▶ TASK REQUIREMENTS
From the records below, print exactly the lines starting at the one containing "same table for" and ending at the one containing "f = self.far_field(dirs)", ends included, and nothing else.

▶ EXERCISE INPUT

def _hole_cutoff_db(
    frequency_hz: ArrayLike, size_m: float, shape: str, depth_m: float, warn: bool
) -> NDArray[np.float64]:
    if depth_m <= 0:
        return np.zeros(np.shape(frequency_hz))
    if shape == "square":
        return rectangular_cutoff_attenuation_db(frequency_hz, size_m, depth_m, warn=warn)
    if shape == "hexagonal":
        return honeycomb_cutoff_attenuation_db(frequency_hz, size_m, depth_m, warn=warn)
    return circular_cutoff_attenuation_db(frequency_hz, size_m, depth_m, warn=warn)


# ------------------------------------------------------- perforated plates, meshes
def perforated_plate_power_transmission(
    frequency_hz: float,
    hole_size_m: float,
    pitch_m: float,
    thickness_m: float,
    *,
    hole_shape: str = "round",
    lattice: str = "triangular",
    cos_incidence: ArrayLike = 1.0,
    polarization: str = "worst",
    metal: Metal | None = None,
    warn: bool = True,
) -> NDArray[np.float64]:
    """Power transmission of a large plate perforated with a periodic array of small holes.

    Parameters
    ----------
    frequency_hz : float
        Frequency [Hz].
    hole_size_m : float
        Diameter (round), side (square) or across-flats width (hexagonal) [m].
    pitch_m : float
        Centre-to-centre spacing of neighbouring holes [m].
    thickness_m : float
        Plate thickness: the depth of each hole [m].
    hole_shape : {"round", "square", "hexagonal"}
        Hole shape.
    lattice : {"triangular", "square"}
        Triangular (staggered, 60 degrees) or square arrangement.
    cos_incidence : array_like
        Cosine of the incidence angle [1].
    polarization : {"worst", "te", "tm", "average"}
        Which polarisation to report (default the larger transmission).
    metal : Metal, optional
        Plate metal; when given, the solid sheet's own transmission is added (so the
        plate never shields better than the sheet it is cut from).
    warn : bool
        Warn when the holes do not cut off through the plate thickness.

    Returns
    -------
    ndarray
        Transmitted / incident power density [1].

    Notes
    -----
    The array is an averaged sheet of Bethe dipoles (a *metafilm*), n = 1/A_cell holes
    per unit area, with polarisability densities :math:`\\chi = n\\alpha`.  Its plane-wave
    transmission is

    .. math::

        |T_{TE}|^2 = \\frac{X}{1+X},\\; X = (2k\\chi_m\\cos\\theta)^2; \\qquad
        |T_{TM}|^2 = \\frac{Y}{\\cos^2\\theta + Y},\\;
        Y = (2k(\\chi_m + \\chi_e\\sin^2\\theta))^2,

    i.e. a shunt inductance :math:`\\mu_0\\chi_m` across free space at normal
    incidence.  The published TM form has :math:`\\chi_m - \\chi_e\\sin^2\\theta`; the two
    terms are added here (more transmission, conservative).  Mutual coupling between
    holes (which lowers the effective polarisability) is ignored, also conservative.
    The plate thickness adds the attenuation of each hole's dominant cut-off mode,
    :math:`|T|^2 \\to |T|^2\\,10^{-A_{depth}/10}` (the waveguide-below-cut-off term of the
    literature), and the metal between holes passes its own (tiny) sheet transmission,
    so the result is never below that of the solid sheet.  Square and hexagonal holes
    use their circumscribed circle for the polarisabilities.  Valid for holes and pitch
    well below half a wavelength.

    References
    ----------
    .. [1] C. L. Holloway, M. A. Mohamed, E. F. Kuester and A. Dienstfrey, "Reflection
       and transmission properties of a metafilm", *IEEE Trans. Electromagn. Compat.*
       47(4), 853-865 (2005), doi:10.1109/TEMC.2005.853719.
    .. [2] U. Paoletti, T. Suga and H. Osaka, "Average transmission cross section of
       aperture arrays in electrically large complex enclosures", APEMC 2012, 677-680,
       doi:10.1109/APEMC.2012.6237888, eq. (8).
    .. [3] H. W. Ott, *Electromagnetic Compatibility Engineering*, Wiley, 2009,
       secs. 6.10-6.11 (apertures, depth of a hole below cut-off).
    """
    lam = C_M_S / float(frequency_hz)
    size = float(_positive(hole_size_m, "hole_size_m"))
    pitch = float(_positive(pitch_m, "pitch_m"))
    depth = float(_positive(thickness_m, "thickness_m", allow_zero=True))
    diameter = hole_equivalent_diameter_m(size, hole_shape)
    if size > pitch:
        raise ModelInputError(
            "pitch_m", f"pitch_m ({pitch:g} m) must be at least the hole size ({size:g} m)"
        )
    if pitch >= lam / 2 or diameter >= lam / 2:
        raise ModelInputError(
            "pitch_m",
            f"the aperture-array model needs holes and pitch below half a wavelength "
            f"({lam / 2:.4g} m at {float(frequency_hz):.4g} Hz); got hole {size:g} m, "
            f"pitch {pitch:g} m",
        )
    if lattice == "triangular":
        cell_area = math.sqrt(3.0) / 2 * pitch * pitch
    elif lattice == "square":
        cell_area = pitch * pitch
    else:
        raise ModelInputError("lattice", f"lattice must be triangular or square, got {lattice!r}")
    pol = circular_aperture_polarizabilities(diameter)
    k = 2 * math.pi / lam
    chi_m = pol.magnetic_major_m3 / cell_area
    chi_e = pol.electric_m3 / cell_area
    c = np.clip(np.asarray(cos_incidence, dtype=float), 1e-9, 1.0)
    s2 = 1.0 - c * c
    x = (2 * k * chi_m * c) ** 2
    y = (2 * k * (chi_m + chi_e * s2)) ** 2
    t_te = x / (1 + x)
    t_tm = y / (c * c + y)
    holes = _combine_polarizations(t_te, t_tm, polarization)
    depth_db = _hole_cutoff_db(frequency_hz, size, hole_shape, depth, warn)
    total = holes * 10 ** (-depth_db / 10)
    if metal is not None and depth > 0:
        total = total + sheet_power_transmission(
            frequency_hz,
            metal.conductivity_s_m,
            depth,
            metal.relative_permeability,
            c,
            polarization,
        )
    return np.clip(total, 0.0, 1.0)
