"""Survey readings: unit conversion, comparison and flags, bad files.

References
----------
- FCC OET Bulletin 65, Edition 97-01 (1997), sec. 1: 1 mW/cm^2 = 10 W/m^2; plane-wave
  equivalent power density S = E^2 / 377 = 377 H^2 (eta0 = 376.73 ohm from
  scipy.constants).
- The 3 dB under-prediction threshold is the contract's; a meter's combined uncertainty
  of about that size is common practice, no source.
"""

from __future__ import annotations

import math

import numpy as np
import pytest
from scipy import constants

from keepclear.fields import readings as rd
from keepclear.fields.errors import InputError

ETA0 = math.sqrt(constants.mu_0 / constants.epsilon_0)


def test_unit_conversions_by_hand():
    assert rd.power_density_from_reading(1.0, "mW/cm2") == pytest.approx(10.0)  # OET 65 sec. 1
    assert rd.power_density_from_reading(2.5, "W/m2") == 2.5
    assert rd.power_density_from_reading(61.4, "V/m") == pytest.approx(61.4**2 / ETA0)
    assert rd.power_density_from_reading(61.4, "V/m") == pytest.approx(10.0, rel=2e-3)
    assert rd.power_density_from_reading(0.163, "A/m") == pytest.approx(ETA0 * 0.163**2)
    assert rd.power_density_from_reading(0.163, "A/m") == pytest.approx(10.0, rel=3e-3)


def test_six_db_above_is_flagged_and_at_the_prediction_is_not():
    readings = [
        rd.Reading(np.zeros(3), 4.0 * 10**0.6, "W/m2", "hot"),
        rd.Reading(np.ones(3), 4.0, "W/m2", "equal"),
        rd.Reading(np.ones(3), 0.1, "mW/cm2", "same in mW/cm2"),
        rd.Reading(np.ones(3), 1.0, "W/m2", "below"),
    ]
    predicted = np.array([4.0, 4.0, 1.0, 4.0])
    out = rd.compare_readings(readings, predicted, {"x/limit": np.array([2.0, 0.4, 0.1, 0.1])})
    rows = out["readings"]
    assert rows[0]["ratio_db"] == pytest.approx(6.0, abs=0.01) and rows[0]["under_predicted"]
    assert rows[1]["ratio_db"] == 0.0 and not rows[1]["under_predicted"]
    assert rows[2]["ratio_db"] == 0.0 and rows[2]["measured_w_m2"] == pytest.approx(1.0)
    assert rows[3]["ratio_db"] == pytest.approx(-6.02, abs=0.01)
    assert rows[0]["over_limits"] == ["x/limit"] and rows[1]["over_limits"] == []
    assert out["largest_under_prediction_db"] == pytest.approx(6.0, abs=0.01)
    assert out["suggested_margin_db"] == pytest.approx(6.0, abs=0.01)


def test_margin_is_zero_when_every_reading_is_below():
    readings = [rd.Reading(np.zeros(3), 1.0, "W/m2")]
    out = rd.compare_readings(readings, np.array([2.0]), {})
    assert out["suggested_margin_db"] == 0.0
    assert out["largest_under_prediction_db"] == pytest.approx(-3.01, abs=0.01)


def test_reads_mixed_units_and_labels(tmp_path):
    path = tmp_path / "r.csv"
    path.write_text(
        "x_m,y_m,z_m,value,unit,label\n1,0,1,0.5,mW/cm2,desk\n-0.5,2,1.2,27.5,V/m,door\n"
        "0,0,2,0.05,A/m,\n"
    )
    got = rd.read_readings_csv(path)
    assert [r.label for r in got] == ["desk", "door", ""]
    assert got[0].power_density_w_m2 == pytest.approx(5.0)
    assert got[1].position_m.tolist() == [-0.5, 2.0, 1.2]


@pytest.mark.parametrize(
    ("text", "fragment"),
    [
        ("x,y,z,value,unit\n1,0,1,1,W/m2\n", "row 1: header"),
        ("x_m,y_m,z_m,value,unit\n1,0,1,abc,W/m2\n", "row 2, column value"),
        ("x_m,y_m,z_m,value,unit\n1,0,1,1,W/m2\n1,zz,1,1,W/m2\n", "row 3, column y_m"),
        ("x_m,y_m,z_m,value,unit\n1,0,1,1,dBm\n", "row 2, column unit"),
        ("x_m,y_m,z_m,value,unit\n1,0,1,-1,W/m2\n", "row 2, column value"),
        ("x_m,y_m,z_m,value,unit\n1,0,1\n", "row 2: has 3 columns"),
        ("x_m,y_m,z_m,value,unit\n", "no readings"),
        ("x_m,y_m,z_m,value,unit\n1,0,nan,1,W/m2\n", "column z_m"),
    ],
)
def test_bad_files_name_row_and_column(tmp_path, text, fragment):
    path = tmp_path / "bad.csv"
    path.write_text(text)
    with pytest.raises(InputError) as info:
        rd.read_readings_csv(path)
    assert fragment in str(info.value) and "bad.csv" in str(info.value)


def test_missing_file(tmp_path):
    with pytest.raises(InputError, match="no such file"):
        rd.read_readings_csv(tmp_path / "none.csv")
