# --------------------------------------------------------------------------- outer region
class OutgoingExpansion:
    """Fast, exact-to-1e-4 fields outside a sphere: the outgoing-wave expansion, tabulated.

    Outside the smallest sphere (centre ``centre_m``, radius :math:`r_s`) that holds
    every source, an outgoing field has the convergent expansion (Wilcox [1]_)

    .. math:: \\mathbf E(r\\hat u) = \\frac{e^{-jkr}}{r}
              \\sum_{n \\ge 0} \\frac{\\mathbf A_n(\\hat u)}{r^n},

    so :math:`\\mathbf a(\\hat u, s) = r e^{jkr}\\mathbf E` is analytic in
    :math:`s = 1/r` for :math:`s < 1/r_s`, and, as a function of direction, a field of
    sources within :math:`r_s` is band-limited to spherical-harmonic degree about
    :math:`k r_s`.  Here :math:`\\mathbf a` (and the same for H) is sampled exactly, with
    the elements' kernel, on Chebyshev nodes in s on :math:`[0, 1/r_1]`,
    :math:`r_1 = 2.5 r_s`, times a grid on the "double sphere" (theta over a whole
    turn, phi over a whole turn, which makes both periodic), and represented by its
    two-dimensional Fourier series times a Chebyshev series.  Evaluating a point costs
    two small matrix products instead of a sum over every segment.

    Band limit L = ceil(k r_s) + 6 (N = 2 L + 2 samples per turn), Q = 6 Chebyshev
    nodes (the series converges like 7.9^-Q for r_1 = 2.5 r_s: 4e-6).

    Evaluation.  The Fourier series is summed once, onto a grid six times finer than
    the samples (zero padding of the coefficients, one inverse FFT per Chebyshev
    term), and a point takes 4 x 4-point Lagrange interpolation in (theta, phi) on
    that grid, then the Chebyshev sum in s: about 800 complex products per point
    whatever the band limit, where the full double Fourier sum costs 6 N^2 Q.  For a
    function band-limited to degree L sampled with spacing h the interpolation error
    is below :math:`C_4 (L h)^4 / 4!` of its largest value, :math:`C_4 = (0.5 \\cdot
    1.5)^2` the node polynomial's largest value between the middle nodes (the
    remainder of Lagrange interpolation, Davis [2]_ ch. III), and :math:`L h = \\pi/6`
    here: 1.8e-3 for content at the band edge, far less for a real source, whose
    content lies well below it (3e-5 of the largest field for the box probe, found
    when written).  The full sum stays in
    :meth:`fields_exact`.  Both are checked against the direct kernel in
    tests/test_finite_ground.py (within 1e-3 of the largest field at the same
    distance).

    The far field is the table at s = 0 (:meth:`far_field`): F about the centre, which
    costs the same per direction as a field point and nothing per segment.

    The kernel's samples (nearly all of a build's time) are kept on disk beside NEC-2's
    solutions (:func:`_kept_table_samples`) and read back by a later run for exactly the
    same currents, centre and sampling: the same table, to the last bit.

    Parameters
    ----------
    elements : CurrentElements
        The sources, in the frame where ``centre_m`` is given.
    centre_m : array_like, shape (3,)
        Centre of the expansion [m].

    References
    ----------
    .. [1] C. H. Wilcox, "An expansion theorem for electromagnetic fields",
       *Comm. Pure Appl. Math.* 9(2), 115-134 (1956), doi:10.1002/cpa.3160090202.
    .. [2] P. J. Davis, *Interpolation and Approximation*, Dover (1975), ch. III
       (the remainder of polynomial interpolation).
    """

    #: Chebyshev nodes in s = 1/r.
    NODES = 6
    #: The interpolation grid is this many times finer than the samples.
    OVERSAMPLE = 6
    #: Interpolation points per angle (even).
    STENCIL = 4
    #: Largest interpolation grid kept [bytes]; a larger table sums the series exactly.
    MAX_GRID_BYTES = 256 * 1024**2
    #: Extra degrees beyond k r_s.
    EXTRA_DEGREES = 6
    #: Inner radius of the region, in units of the sources' radius r_s.
    INNER_FACTOR = 2.5

    def __init__(self, elements: CurrentElements, centre_m: ArrayLike) -> None:
        self.centre_m = np.asarray(centre_m, dtype=float)
        ends = np.vstack([elements.starts_m, elements.ends_m]) - self.centre_m
        r_s = float(np.max(np.linalg.norm(ends, axis=1)))
        k = elements.wavenumber_rad_m
        self.wavenumber_rad_m = k
        self.source_radius_m = r_s
        #: Points at least this far from the centre use the expansion [m].
        self.inner_radius_m = self.INNER_FACTOR * r_s
        degree = math.ceil(k * r_s) + self.EXTRA_DEGREES
        n = 2 * degree + 2
        q = self.NODES
        self._n, self._q = n, q
        s_max = 1.0 / self.inner_radius_m
        self._s_max = s_max
        x = np.cos(np.pi * (np.arange(q) + 0.5) / q)
        s = 0.5 * (x + 1.0) * s_max
        half = n // 2
        theta = 2 * np.pi * np.arange(half + 1) / n  # 0..pi; the rest by symmetry
        phi = 2 * np.pi * np.arange(n) / n
        tt, pp = np.meshgrid(theta, phi, indexing="ij")
        u = np.column_stack(
            [
                (np.sin(tt) * np.cos(pp)).ravel(),
                (np.sin(tt) * np.sin(pp)).ravel(),
                np.cos(tt).ravel(),
            ]
        )
        samples = _kept_table_samples(elements, self.centre_m, s, u)
        values = np.empty((q, n, n, 6), dtype=complex)
        for iq in range(q):
            grid = samples[iq].reshape(half + 1, n, 6)
            values[iq, : half + 1] = grid
            # theta' = 2 pi - theta at phi is the point (theta, phi + pi).
            for i in range(half + 1, n):
                values[iq, i] = np.roll(grid[n - i], -half, axis=0)
        coeff = np.fft.fft2(values, axes=(1, 2)) / (n * n)
        coeff[:, half, :, :] = 0.0  # the Nyquist terms (beyond the band limit)
        coeff[:, :, half, :] = 0.0
        cheb = np.cos(np.outer(np.arange(q), np.pi * (np.arange(q) + 0.5) / q)) * (2.0 / q)
        cheb[0] *= 0.5
        coeff = np.einsum("lq,qnmc->lnmc", cheb, coeff)
        # Layout for the first product: (m, l * n * c).
        self._coeff_m = np.ascontiguousarray(np.transpose(coeff, (2, 0, 1, 3)).reshape(n, -1))
        self._freq = np.fft.fftfreq(n, 1.0 / n)
        self._grid = self._fine_grid(coeff)

    def _fine_grid(self, coeff: NDArray[np.complex128]) -> NDArray[np.complex128] | None:
        """The series summed on the finer grid: rows theta in [-p h, pi + p h], all phi.

        Shape (rows * m, Q * 6), row-major in (theta, phi); ``None`` if too large.
        """
        n, q, pad = self._n, self._q, self.STENCIL
        m = self.OVERSAMPLE * n
        rows = m // 2 + 2 * pad + 1
        if rows * m * q * 6 * 16 > self.MAX_GRID_BYTES:
            return None
        padded = np.zeros((q, m, m, 6), dtype=complex)
        f = np.fft.fftfreq(n, 1.0 / n).astype(int)
        padded[:, f[:, None] % m, f[None, :] % m, :] = coeff
        fine = np.fft.ifft2(padded, axes=(1, 2)) * (m * m)
        theta_rows = np.arange(-pad, m // 2 + pad + 1) % m
        grid = np.transpose(fine[:, theta_rows], (1, 2, 0, 3))  # (rows, m, q, 6)
        self._m, self._pad = m, pad
        return np.ascontiguousarray(grid.reshape(rows * m, q * 6))

    def scaled(self, factor: float) -> OutgoingExpansion:
        """The same table for every source current multiplied by ``factor`` (a copy)."""
        out = copy.copy(self)
        out._coeff_m = self._coeff_m * factor
        out._grid = None if self._grid is None else self._grid * factor
        return out

    def radiated_power_w(self) -> float:
        """Power the tabulated field radiates: |F|^2 / eta0 over the sphere [W].

        The same rule as :meth:`CurrentElements.radiated_power_w` (Gauss-Legendre in
        cos(theta) times the trapezoid in phi, n_theta = 2 k r_s + 12, at least 16),
        about the table's centre (r_s the sources' radius from it), on the table's far
        field instead of a sum over every segment.
        """
        n_theta = max(16, math.ceil(2 * self.wavenumber_rad_m * self.source_radius_m) + 12)
        dirs, weights = _gauss_sphere(n_theta)
        f = self.far_field(dirs)
        return float(np.sum(weights * np.sum(np.abs(f) ** 2, axis=1)) / ETA0_OHM)

    def covers(self, points_m: NDArray[np.float64]) -> NDArray[np.bool_]:
        """Which points lie in the expansion's region (r >= inner radius)."""
        r = row_norms(points_m - self.centre_m)
        return np.asarray(r >= self.inner_radius_m)

    def fields(
        self, points_m: NDArray[np.float64]
    ) -> tuple[NDArray[np.complex128], NDArray[np.complex128]]:
        """E [V/m] and H [A/m] at points in the region (N, 3), chunked."""
        if self._grid is None:
            return self.fields_exact(points_m)
        pts = np.asarray(points_m, dtype=float).reshape(-1, 3)
        rel = pts - self.centre_m
        r = row_norms(rel)
        a = self._interpolate(rel, 1.0 / r)
        a *= (np.exp(-1j * self.wavenumber_rad_m * r) / r)[:, None]
        return a[:, :3], a[:, 3:]

    def far_field(self, directions: ArrayLike) -> NDArray[np.complex128]:
        """Far-field amplitude F [V] about the centre (E -> F e^{-jk|r-c|}/|r-c|).

        The table at s = 0; directions (N, 3), any length.
        """
        u = np.asarray(directions, dtype=float).reshape(-1, 3)
        if self._grid is None:
            far = self.centre_m + 1e9 * u / np.linalg.norm(u, axis=1, keepdims=True)
            e, _ = self.fields_exact(far)
            r = np.linalg.norm(far - self.centre_m, axis=1)
            return e * (r * np.exp(1j * self.wavenumber_rad_m * r))[:, None]
        return self._interpolate(u, np.zeros(u.shape[0]))[:, :3]

    def _interpolate(
        self, rel: NDArray[np.float64], s_m: NDArray[np.float64]
    ) -> NDArray[np.complex128]:
        """a(u, s) (E then H, shape (N, 6)) from the fine grid.

        The stencils, weights and Chebyshev terms of every point are formed at once; the
        rows of the grid are gathered and summed in chunks of about 2 MiB of gathered
        values, which stay in the processor's cache for the products that follow (chunks
        of 64 MiB cost twice as much a point).  The weights are real: the complex table
        is read as pairs of reals, which halves the products (the same sums, term by term).
        """
        m, pad, p, q = self._m, self._pad, self.STENCIL, self._q
        norm = row_norms(rel)
        theta = np.arccos(np.clip(rel[:, 2] / norm, -1.0, 1.0))
        phi = np.arctan2(rel[:, 1], rel[:, 0])
        h = 2.0 * np.pi / m
        i_t, w_t = _lagrange_stencil(theta / h, p)
        i_p, w_p = _lagrange_stencil(phi / h, p)
        rows = ((i_t + pad)[:, :, None] * m + (i_p % m)[:, None, :]).reshape(-1, p * p)
        w = (w_t[:, :, None] * w_p[:, None, :]).reshape(-1, 1, p * p)
        x = np.clip(2.0 * s_m / self._s_max - 1.0, -1.0, 1.0)
        # T_l(x) by the three-term recurrence (T_l = cos(l arccos x) on [-1, 1])
        cheb = np.empty((x.size, 1, q))
        cheb[:, 0, 0] = 1.0
        if q > 1:
            cheb[:, 0, 1] = x
        for k in range(2, q):
            cheb[:, 0, k] = 2.0 * x * cheb[:, 0, k - 1] - cheb[:, 0, k - 2]
        grid = self._grid.view(np.float64)
        out = np.empty((rel.shape[0], 12))
        step = max(32, 2**21 // (p * p * grid.shape[1] * 8))
        for a in range(0, rel.shape[0], step):
            b = min(rel.shape[0], a + step)
            vals = np.take(grid, rows[a:b].reshape(-1), axis=0).reshape(b - a, p * p, q * 12)
            a_l = np.matmul(w[a:b], vals).reshape(b - a, q, 12)
            out[a:b] = np.matmul(cheb[a:b], a_l).reshape(b - a, 12)
        return out.view(np.complex128)

    def fields_exact(
        self, points_m: NDArray[np.float64]
    ) -> tuple[NDArray[np.complex128], NDArray[np.complex128]]:
        """E and H from the full double Fourier sum (no interpolation), chunked."""
        pts = np.asarray(points_m, dtype=float).reshape(-1, 3)
        out = np.empty((pts.shape[0], 6), dtype=complex)
        step = max(1, 2**21 // self._coeff_m.shape[1])
        for a in range(0, pts.shape[0], step):
            b = min(pts.shape[0], a + step)
            out[a:b] = self._chunk(pts[a:b])
        return out[:, :3], out[:, 3:]

    def _chunk(self, pts: NDArray[np.float64]) -> NDArray[np.complex128]:
        rel = pts - self.centre_m
        r = np.linalg.norm(rel, axis=1)
        theta = np.arccos(np.clip(rel[:, 2] / r, -1.0, 1.0))
        phi = np.arctan2(rel[:, 1], rel[:, 0])
        x = np.clip(2.0 * (1.0 / r) / self._s_max - 1.0, -1.0, 1.0)
        e_phi = np.exp(1j * np.outer(phi, self._freq))
        e_theta = np.exp(1j * np.outer(theta, self._freq))
        cheb = np.cos(np.outer(np.arccos(x), np.arange(self._q)))
        p = pts.shape[0]
        w = (e_phi @ self._coeff_m).reshape(p, self._q, self._n * 6)
        # Chebyshev sum first, then the theta series: two stacked matrix products (the
        # same sums in another order; numpy's einsum over complex stacks is several times
        # slower).
        w = np.matmul(cheb.astype(complex)[:, None, :], w).reshape(p, self._n, 6)
        a = np.matmul(e_theta[:, None, :], w).reshape(p, 6)
        return a * (np.exp(-1j * self.wavenumber_rad_m * r) / r)[:, None]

▶ SOLUTION FOR THIS EXERCISE
        """The same table for every source current multiplied by ``factor`` (a copy)."""
        out = copy.copy(self)
        out._coeff_m = self._coeff_m * factor
        out._grid = None if self._grid is None else self._grid * factor
        return out

    def radiated_power_w(self) -> float:
        """Power the tabulated field radiates: |F|^2 / eta0 over the sphere [W].

        The same rule as :meth:`CurrentElements.radiated_power_w` (Gauss-Legendre in
        cos(theta) times the trapezoid in phi, n_theta = 2 k r_s + 12, at least 16),
        about the table's centre (r_s the sources' radius from it), on the table's far
        field instead of a sum over every segment.
        """
        n_theta = max(16, math.ceil(2 * self.wavenumber_rad_m * self.source_radius_m) + 12)
        dirs, weights = _gauss_sphere(n_theta)
        f = self.far_field(dirs)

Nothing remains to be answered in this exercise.